Stored data entries:
########
// Command line: npm run analyze -- <file.json> [--json] [--in SRC --out NODE] [--svg out.svg]
// Reads an engine netlist (or a saved drawing), runs every small-signal analysis and prints poles,
// zeros, gains, bandwidth and the node table. Exit code 1 on bad input, with named messages.

import { readFileSync } from 'node:fs';
import { analyze, formatSi, SMALL_SIGNAL_CAUTION, type AnalysisResult, type AnalyzeOptions, type Netlist } from '../engine/index';
import { feedbackReport, takeFeedbackArgs, FEEDBACK_USAGE } from '../engine/feedback/cli';

interface CliArgs { file?: string; json: boolean; input?: string; output?: string; svg?: string; problems: string[] }

function parseArgs(argv: string[]): CliArgs {
  const a: CliArgs = { json: false, problems: [] };
  for (let i = 0; i < argv.length; i++) {
    const t = argv[i];
    if (t === '--json') a.json = true;
    else if (t === '--in' || t === '--out' || t === '--svg') {
      const v = argv[i + 1];
      if (v === undefined || v.startsWith('--')) a.problems.push(`${t} needs a value`);
      else { if (t === '--in') a.input = v; else if (t === '--svg') a.svg = v; else a.output = v; i++; }
    } else if (t.startsWith('--')) a.problems.push(`unknown option ${t}`);
    else if (a.file === undefined) a.file = t;
    else a.problems.push(`unexpected argument "${t}"`);
  }
  if (a.file === undefined) a.problems.push('no input file given');
  return a;
}

export interface LoadedDocument { netlist?: Netlist; problems: string[] }

/** Hook for every document kind the CLI accepts: an engine netlist as is, or a saved drawing
 *  ("format": "polesketch-drawing") checked by the drawing loader (src/schematic/file.ts, when
 *  present) and converted by documentToNetlist (src/schematic/toNetlist.ts) when that is present. */
export async function loadAnyDocument(json: unknown): Promise<LoadedDocument> {
  if (typeof json !== 'object' || json === null || Array.isArray(json)) return { problems: ['expected a JSON object (an engine netlist or a saved drawing)'] };
  const fmt = (json as { format?: unknown }).format;
  if (fmt !== 'polesketch-drawing') return { netlist: json as Netlist, problems: [] };
  type Converter = { documentToNetlist?: (doc: never) => { netlist?: Netlist; issues: { severity: string; message: string }[] } };
  type Loader = { loadDrawing?: (input: unknown) => { ok: true; doc: unknown } | { ok: false; reason: string } };
  let conv: Converter;
  try {
    conv = await import('../schematic/toNetlist');
  } catch {
    return { problems: ['this is a saved drawing, but the drawing converter (src/schematic/toNetlist.ts) is not available'] };
  }
  if (typeof conv.documentToNetlist !== 'function') return { problems: ['the drawing converter does not export documentToNetlist'] };
  let doc: unknown = json;
  const loader: Loader | null = await import('../schematic/file').catch(() => null);
  if (loader && typeof loader.loadDrawing === 'function') {
    const loaded = loader.loadDrawing(json);
    if (!loaded.ok) return { problems: [`drawing: ${loaded.reason}`] };
    doc = loaded.doc;
  }
  const r = conv.documentToNetlist(doc as never);
  const problems = r.issues.filter((i) => i.severity === 'error').map((i) => `drawing: ${i.message}`);
  if (!problems.length && !r.netlist) problems.push('drawing: the drawing gave no netlist');
  return { netlist: problems.length ? undefined : r.netlist, problems };
}

const hz = (v: number | null) => (v === null ? '—' : formatSi(v, 'Hz'));
const ohm = (v: number | null, open: boolean) => (v === null ? (open ? 'open' : '—') : formatSi(v, 'Ω'));
const pad = (s: string, w: number) => (s.length >= w ? s : s + ' '.repeat(w - s.length));

function printText(file: string, title: string | undefined, r: AnalysisResult, out: (s: string) => void): void {
  out(`${title ? `${title} — ` : ''}${file}`);
  out(`Caution: ${SMALL_SIGNAL_CAUTION}`);
  const c = r.conditions;
  const o = c.output ? (c.output.kind === 'voltage' ? `v(${c.output.node}${c.output.ref ? `, ${c.output.ref}` : ''})` : `i(${c.output.part})`) : 'none';
  out(`Input ${c.input ?? 'none'}, output ${o}${c.off.length ? `, off: ${c.off.join(', ')}` : ''}`);
  out(`Unknowns: ${r.unknowns.nodes} nodes, ${r.unknowns.branches} branch currents`);
  out('');
  out(`Poles (${r.poles.length} finite, ${r.poleInfo.infiniteCount} at infinity):`);
  r.poles.forEach((p, i) => {
    if (p.im < 0) return;
    const where = r.participation[i]?.nodes[0];
    const lives = where ? `  at ${where.node} (${(where.share * 100).toFixed(0)}%)` : '';
    if (p.kind === 'origin') out(`  s = 0 (ideal integrator)${lives}`);
    else if (p.kind === 'real') out(`  ${pad(hz(p.hz), 12)} real ${p.rhp ? 'RHP ' : ''}(${p.re.toExponential(4)} rad/s)${lives}`);
    else out(`  ${pad(hz(p.hz), 12)} pair, Q = ${p.q === null ? '∞' : p.q.toPrecision(3)} ${p.rhp ? 'RHP ' : ''}(${p.re.toExponential(4)} ± j${p.im.toExponential(4)} rad/s)${lives}`);
  });
  if (r.reasons.poles) out(`  (${r.reasons.poles})`);
  out(`Zeros (${r.zeros.length} finite):`);
  for (const z of r.zeros) {
    if (z.im < 0) continue;
    const tags = [z.rhp ? 'RHP' : 'LHP', z.im !== 0 ? 'pair' : 'real', z.cancelsPole ? 'cancels a pole' : ''].filter(Boolean).join(', ');
    out(`  ${pad(hz(z.hz), 12)} ${tags} (${z.re.toExponential(4)}${z.im ? ` ± j${z.im.toExponential(4)}` : ''} rad/s)`);
  }
  if (r.reasons.zeros) out(`  (${r.reasons.zeros})`);
  out('');
  out(`DC gain:            ${r.dcGain === null ? `— (${r.reasons.dcGain ?? 'undefined'})` : gainText(r.dcGain, r.gainUnit)}`);
  out(`−3 dB bandwidth:    ${r.bandwidthHz === null ? `— (${r.reasons.bandwidthHz ?? 'undefined'})` : hz(r.bandwidthHz)}`);
  out(`Unity-gain freq.:   ${r.unityGainHz === null ? `— (${r.reasons.unityGainHz ?? 'undefined'})` : `${hz(r.unityGainHz)}, phase ${r.phaseAtUnityDeg === null ? '—' : r.phaseAtUnityDeg.toFixed(1) + '°'}`}`);
  if (r.octc) out(`OCTC estimate:      ${r.octc.bandwidthHz === null ? `— (${r.octc.reason ?? ''})` : `${hz(r.octc.bandwidthHz)} (Στ = ${formatSi(r.octc.sumTau!, 's')})`}`);
  out('');
  out(`Nodes (|Z| to ground; Z at ${hz(c.frequencyHz)}):`);
  out(`  ${pad('node', 14)}${pad('|Z| DC', 12)}${pad('|Z| at f', 12)}${pad('C', 11)}${pad('τ', 11)}node pole`);
  for (const n of r.nodes) {
    const tau = n.tau === null ? (n.openAtDc ? '∞' : '—') : formatSi(n.tau, 's');
    const pole = n.poleHz === null ? '—' : n.openAtDc ? '0 (integrator)' : hz(n.poleHz);
    out(`  ${pad(n.internal ? `(${n.name})` : n.name, 14)}${pad(ohm(n.dcOhms, n.openAtDc), 12)}${pad(n.z ? formatSi(n.z.mag, 'Ω') : '—', 12)}${pad(formatSi(n.farads, 'F'), 11)}${pad(tau, 11)}${pole}${n.slowest ? '   ← slowest' : ''}`);
  }
  if (r.nodes.some((n) => n.internal)) out('  (names in parentheses are nodes inside a part model)');
  const warnings = r.issues.filter((i) => i.severity === 'warning');
  if (warnings.length) { out(''); for (const w of warnings) out(`warning: ${w.message}`); }
}

export async function main(argv: string[], out: (s: string) => void = console.log, err: (s: string) => void = console.error): Promise<number> {
  const fb = takeFeedbackArgs(argv);
  const args = parseArgs(fb.rest);
  args.problems.push(...(fb.args?.problems ?? []));
  if (args.problems.length) {
    for (const p of args.problems) err(`analyze: ${p}`);
    err(`usage: npm run analyze -- <file.json> [--json] [--in SRC --out NODE] [--svg out.svg] ${FEEDBACK_USAGE}`);
    return 1;
  }
  const file = args.file!;
  let json: unknown;
  try {
    json = JSON.parse(readFileSync(file, 'utf8'));
  } catch (e) {
    const why = e instanceof SyntaxError ? `not valid JSON (${e.message})` : (e as NodeJS.ErrnoException).code === 'ENOENT' ? 'no such file' : 'cannot be read';
    err(`analyze: ${file}: ${why}`);
    return 1;
  }
  const doc = await loadAnyDocument(json);
  if (!doc.netlist) {
    for (const p of doc.problems) err(`${file}: ${p}`);
    return 1;
  }
  const opts: AnalyzeOptions = {};
  if (args.input) opts.input = args.input;
  if (args.output) opts.output = { kind: 'voltage', node: args.output };
  const r = analyze(doc.netlist, opts);
  const errors = r.issues.filter((i) => i.severity === 'error');
  const rep = fb.args && r.ok ? feedbackReport(doc.netlist, fb.args, opts) : null;
  if (args.json) out(JSON.stringify({ file, title: doc.netlist.title ?? null, ...r, ...(rep ? { feedback: rep.json } : {}) }, null, 1));
  else if (r.ok) { printText(file, doc.netlist.title, r, out); for (const l of rep?.lines ?? []) out(l); }
  for (const e of rep?.errors ?? []) err(`${file}: error: ${e}`);
  if (rep?.errors.length) return 1;
  if (errors.length) {
    for (const e of errors) err(`${file}: error: ${e.message}`);
    return 1;
  }
  if (args.svg) {
    const { writeSvgFile } = await import('../export/cliExport');
    const problems = await writeSvgFile(json, args.svg);
    for (const p of problems) err(`${file}: ${p}`);
    if (problems.length) return 1;
  }
  return 0;
}

const invokedDirectly = typeof process !== 'undefined' && process.argv[1] !== undefined && /analyze\.[cm]?[tj]s$/.test(process.argv[1]);
if (invokedDirectly) {
  main(process.argv.slice(2)).then(
    (code) => { process.exitCode = code; },
    (e) => { console.error(`analyze: internal problem: ${e instanceof Error ? e.message : String(e)}`); process.exitCode = 2; },
  );
}

/** DC gain with its unit: a ratio (V/V, A/A) also in dB; a transimpedance or transconductance
 *  also with an SI prefix. */
function gainText(g: number, unit: string | null): string {
  const plain = g.toPrecision(5);
  if (unit === 'Ω' || unit === 'S') return `${plain} ${unit} (${formatSi(g, unit)})`;
  const db = `${(20 * Math.log10(Math.abs(g) || 1e-300)).toFixed(2)} dB`;
  return unit ? `${plain} ${unit} (${db})` : `${plain} (${db})`;
}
########
Filter the records above for lines containing the word "also", and copy those lines.

Solution:
/** DC gain with its unit: a ratio (V/V, A/A) also in dB; a transimpedance or transconductance
 *  also with an SI prefix. */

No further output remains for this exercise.